MAPA LARANJA CONFIRMADO [FOTOGRAFIA: DIREITOS RESERVADOS]

Enquanto na autarquia da Horta o PS não dá tréguas, já lá vão mais de 30 anos, para o parlamento regional o PSD faialense bate o pé ao poderio socialista

Seg. 26 out. 2020 – 21h56 | Texto: Souto Gonçalves

O PSD reforçou a sua posição no Faial na 12.ª eleição da Assembleia Legislativa da Região Autónoma dos Açores (ALRAA) que ontem decorreu. Há quatro anos os sociais-democratas já tinham recuperado de duas derrotas eleitorais consecutivas neste círculo eleitoral (2008 e 2012), depois de, em 2004, em coligação com o CDS, levarem o PS de vencida por uma unha negra (27 votos) e de em 2000 verem José Decq Mota roubar-lhes um deputado nesta ilha. Antes disso, quando terminou o reinado de Mota Amaral (concluído por Madruga da Costa), em 1996, ocorrera o maior terramoto político dos Açores na era da autonomia político-administrativa, com o advento do império de César, a que o Faial não escapou.

Desde que passou a existir maioria absoluta socialista nos Açores, com exceção do período 2008-2012, ora São Jorge, ora Graciosa, ora Flores, ora Corvo e ora Faial também, têm manchado o mapa cor-de-rosa com outras tonalidades. Mas é a Ilha Azul que persiste em destoar num tom alaranjado.

Andava no ar uma interrogação sobre a resposta dos faialenses ao que era voz comum sobre o estado de desenvolvimento da ilha. E a verdade é que a máxima de Giuseppe Tomasi di Lampedusa “é necessário que alguma coisa mude para que fique tudo na mesma” parece ter aplicação, em parte, à realidade pós-eleitoral.

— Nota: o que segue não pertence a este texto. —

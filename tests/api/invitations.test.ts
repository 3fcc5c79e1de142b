import { afterAll, beforeAll, beforeEach, describe, expect, it } from "vitest";
import type { InvitationState } from "../../src/domain/invitation";
import { db } from "../../src/server/db/client";
import { listActivity } from "../../src/server/db/queries/activity";
import {
  findByIdentity,
  findMemberByEmail,
  findUser,
  rolesOf,
  siteIdsOf,
} from "../../src/server/db/queries/people";
import { invitationLinks } from "../../src/server/db/schema/invitations";
import { deliverNext } from "../../src/server/deliveries/deliver";
import { env } from "../../src/server/env";
import { invitationsOf } from "../../src/server/invitations/invite";
import { mintInvitationLink } from "../../src/server/invitations/links";
import { type MailTransport, openMailTransport } from "../../src/server/mail/transport";
import { removeMember } from "../../src/server/organisations/removal";
import { as } from "../fixtures/api-client";
import { newInvitation } from "../fixtures/kept";
import { newMember, newOrganisation, type SignedInMember } from "../fixtures/organisation";
import { newAddress } from "../fixtures/screenings";
import { newSite } from "../fixtures/sites";
import { mailsTo } from "../support/mailbox";
import { services } from "../support/services";
import { signIn } from "../support/sign-in";
import { startTestApp, type TestApp } from "../support/test-app";
import type { Visitor } from "../support/visitor";

const dayMs = 24 * 60 * 60_000;
let app: TestApp;
let transport: MailTransport;
let admin: SignedInMember;
let organisation: { id: string; name: string };

beforeAll(async () => {
  app = await startTestApp();
  transport = openMailTransport();
});
beforeEach(async () => {
  organisation = await newOrganisation(`Inviting Office ${crypto.randomUUID()}`);
  admin = await newMember(organisation, ["admin"]);
});
afterAll(async () => {
  transport.close();
  await app.close();
});

const post = (body: Record<string, unknown>) =>
  as(app, admin)("post", "/api/organisation/invitations").send({
    name: "Nora Lindqvist",
    roles: ["planner"],
    ...body,
  });
async function drain(): Promise<void> {
  while (await deliverNext(transport));
}
const tokenOf = (url: string) => new URL(url).searchParams.get("token") ?? "";
const accept = (token: string, visitor: Visitor = app.visitor()) =>
  visitor.request(`${app.origin}/api/invitations/accept`, {
    method: "POST",
    body: new URLSearchParams({ token }),
  });
const goesTo = (response: Response) => response.headers.get("location");
const problem = (name: string) => `/invitations/accept?problem=${name}`;
const states = async (now = new Date()): Promise<InvitationState[]> =>
  (await invitationsOf(admin, now)).map(({ state }) => state);
const linkOf = async (email: string) => {
  await drain();
  const [mail] = await mailsTo(services(), email);
  return /http\S+\/invitations\/accept\?token=[\w-]{43}/.exec(mail?.text ?? "")?.[0] ?? "";
};

describe("an invitation", () => {
  it("goes out by mail, changes nothing by being opened, and makes the member when its button is pressed", async () => {
    const email = newAddress();
    const site = await newSite(admin);
    const made = await post({ email: email.toUpperCase(), roles: ["installer"], siteIds: [site.id] });
    expect(made.status).toBe(201);
    expect(await states()).toEqual(["waiting"]);
    const link = await linkOf(email);
    expect(await states()).toEqual(["open"]);
    const links = await db().select().from(invitationLinks);
    expect(JSON.stringify(links)).not.toContain(tokenOf(link));

    for (let scans = 0; scans < 2; scans += 1) {
      const opened = await app.visitor().request(link);
      expect([opened.status, opened.headers.getSetCookie()]).toEqual([200, []]);
    }
    expect(await findMemberByEmail(db(), organisation.id, email)).toBeUndefined();

    const visitor = app.visitor();
    const page = await (await visitor.request(link)).text();
    expect(page).toContain(organisation.name);
    const accepted = await accept(/name="token" value="([\w-]+)"/.exec(page)?.[1] ?? "", visitor);
    expect(goesTo(accepted)).toBe("/desk");
    expect((await visitor.request(`${app.origin}/desk`)).status).toBe(200);
    const person = await findMemberByEmail(db(), organisation.id, email);
    expect(await rolesOf(db(), person?.id ?? "")).toEqual(["installer"]);
    expect(await siteIdsOf(db(), person?.id ?? "")).toEqual([site.id]);
    expect(await states()).toEqual(["accepted"]);
    const lines = await listActivity(db(), organisation.id, 4);
    expect(lines.map(({ event }) => event)).toContain("invitation.accepted");
    expect(goesTo(await accept(tokenOf(link)))).toBe(problem("accepted"));
  });

  it("is accepted once when several press at the same time", async () => {
    const id = await newInvitation(admin);
    const tokens = await Promise.all(
      [1, 2, 3, 4].map(async () => tokenOf((await mintInvitationLink(db(), id)).url)),
    );
    const answers = await Promise.all(tokens.map((token) => accept(token)));
    expect(answers.map(goesTo).sort()).toEqual(["/desk", ...[1, 2, 3].map(() => problem("accepted"))]);
  });

  it("lapses after seven days, and works again when it is sent again", async () => {
    const email = newAddress();
    const id = await newInvitation(admin, email);
    const old = tokenOf((await mintInvitationLink(db(), id, new Date(Date.now() - 7 * dayMs))).url);
    expect(goesTo(await accept(old))).toBe(problem("lapsed"));
    await drain();
    expect(await states(new Date(Date.now() + 8 * dayMs))).toEqual(["lapsed"]);
    const again = await as(app, admin)("post", `/api/organisation/invitations/${id}/send-again`).send({});
    expect(again.status).toBe(204);
    await drain();
    const [newest] = await mailsTo(services(), email, { count: 2 });
    const link = /http\S+token=[\w-]{43}/.exec(newest?.text ?? "")?.[0] ?? "";
    expect(goesTo(await accept(tokenOf(link)))).toBe("/desk");
  });

  it("is useless once withdrawn, and can neither be withdrawn nor sent again then", async () => {
    const id = await newInvitation(admin);
    const { url } = await mintInvitationLink(db(), id);
    const path = `/api/organisation/invitations/${id}`;
    expect((await as(app, admin)("delete", path)).status).toBe(204);
    expect(goesTo(await accept(tokenOf(url)))).toBe(problem("withdrawn"));
    expect((await as(app, admin)("delete", path)).status).toBe(409);
    expect((await as(app, admin)("post", `${path}/send-again`).send({})).status).toBe(409);
    expect(await states()).toEqual(["withdrawn"]);
  });

  it("is refused for an address that is a member's or has an invitation, and for another organisation's site", async () => {
    const email = newAddress();
    await newInvitation(admin, email);
    const own = await findUser(db(), admin.userId);
    const strangers = await newMember(await newOrganisation(`Far ${crypto.randomUUID()}`), ["admin"]);
    const site = await newSite(strangers);
    for (const body of [
      { email },
      { email: own?.email },
      { email: newAddress(), siteIds: [site.id] },
      { email: "nobody" },
    ]) {
      const answer = await post(body);
      expect([answer.status, answer.body.error.code]).toEqual([422, "input.refused"]);
    }
  });

  it("makes nobody auditor by their own hand", async () => {
    const id = await newInvitation(admin);
    const { url } = await mintInvitationLink(db(), id);
    const answer = await as(app, admin)("post", "/api/invitations/accept").send({ token: tokenOf(url) });
    expect(answer.headers["location"]).toBe(problem("signed-in-as-member"));
    expect(await states()).toEqual(["waiting"]);
  });

  it("is limited in number", async () => {
    const id = await newInvitation(admin);
    const again = () => as(app, admin)("post", `/api/organisation/invitations/${id}/send-again`).send({});
    const answers = [await again(), await again(), await again(), await again()];
    expect(answers.map(({ status }) => status)).toEqual([204, 204, 204, 429]);
  });

  it("brings a former member back under the id that their work carries", async () => {
    const email = newAddress();
    const first = await newInvitation(admin, email);
    await accept(tokenOf((await mintInvitationLink(db(), first)).url));
    const before = await findMemberByEmail(db(), organisation.id, email);
    await removeMember(admin, { id: before?.id ?? "" });
    const second = await newInvitation(admin, email);
    await accept(tokenOf((await mintInvitationLink(db(), second)).url));
    const after = await findMemberByEmail(db(), organisation.id, email);
    expect(after).toMatchObject({ id: before?.id, removedAt: null });
    expect(await rolesOf(db(), before?.id ?? "")).toEqual(["planner"]);
  });
});

describe("accepting through single sign-on", () => {
  it("binds the identity when the button is pressed after the provider has vouched, and not before", async () => {
    const id = await newInvitation(admin);
    const token = tokenOf((await mintInvitationLink(db(), id)).url);
    const visitor = app.visitor();
    const start = `/api/sign-in/start?${new URLSearchParams({ invitation: token }).toString()}`;
    const { url, response } = await signIn(visitor, app.origin, "no.member", start);
    expect([url.pathname, response.status]).toEqual(["/invitations/confirm", 200]);
    expect(await states()).toEqual(["waiting"]);
    const confirm = () =>
      visitor.request(`${app.origin}/api/invitations/confirm`, {
        method: "POST",
        body: new URLSearchParams(),
      });
    expect(goesTo(await confirm())).toBe("/desk");
    const known = await findByIdentity(db(), env().oidc.issuer, "no.member");
    expect(known.map(({ organisationId }) => organisationId)).toEqual([organisation.id]);
    expect(goesTo(await confirm())).toBe(problem("expired"));

    // Somebody whom the organisation knows already does not become a second person.
    const other = tokenOf((await mintInvitationLink(db(), await newInvitation(admin))).url);
    const twice = app.visitor();
    await signIn(
      twice,
      app.origin,
      "no.member",
      `/api/sign-in/start?${new URLSearchParams({ invitation: other }).toString()}`,
    );
    const answer = await twice.request(`${app.origin}/api/invitations/confirm`, {
      method: "POST",
      body: new URLSearchParams(),
    });
    expect(goesTo(answer)).toBe(problem("identity-taken"));
    expect(await states()).toEqual(["waiting", "accepted"]);
  });
});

Ficaram, na mesma, dois deputados para cada lado (PSD e PS), porém, a perda da maioria absoluta à terceira tentativa de Vasco Cordeiro, associada ao refrescamento do espectro [parlamentar] composto pelos partidos mais pequenos, potenciam o latente desejo de mudança no panorama político regional, de que, de facto, o eleitorado faialense se tornou um exemplo paradigmático, com significativo mérito para o partido vencedor da disputa local.

No Faial, aliás, emergiram candidaturas (CDU, CDS, BE…) que, pela sua qualidade, são um bom presságio para a recuperação de uma importância política decadente, que não tem encontrado protagonistas capazes de lhe pôr travão.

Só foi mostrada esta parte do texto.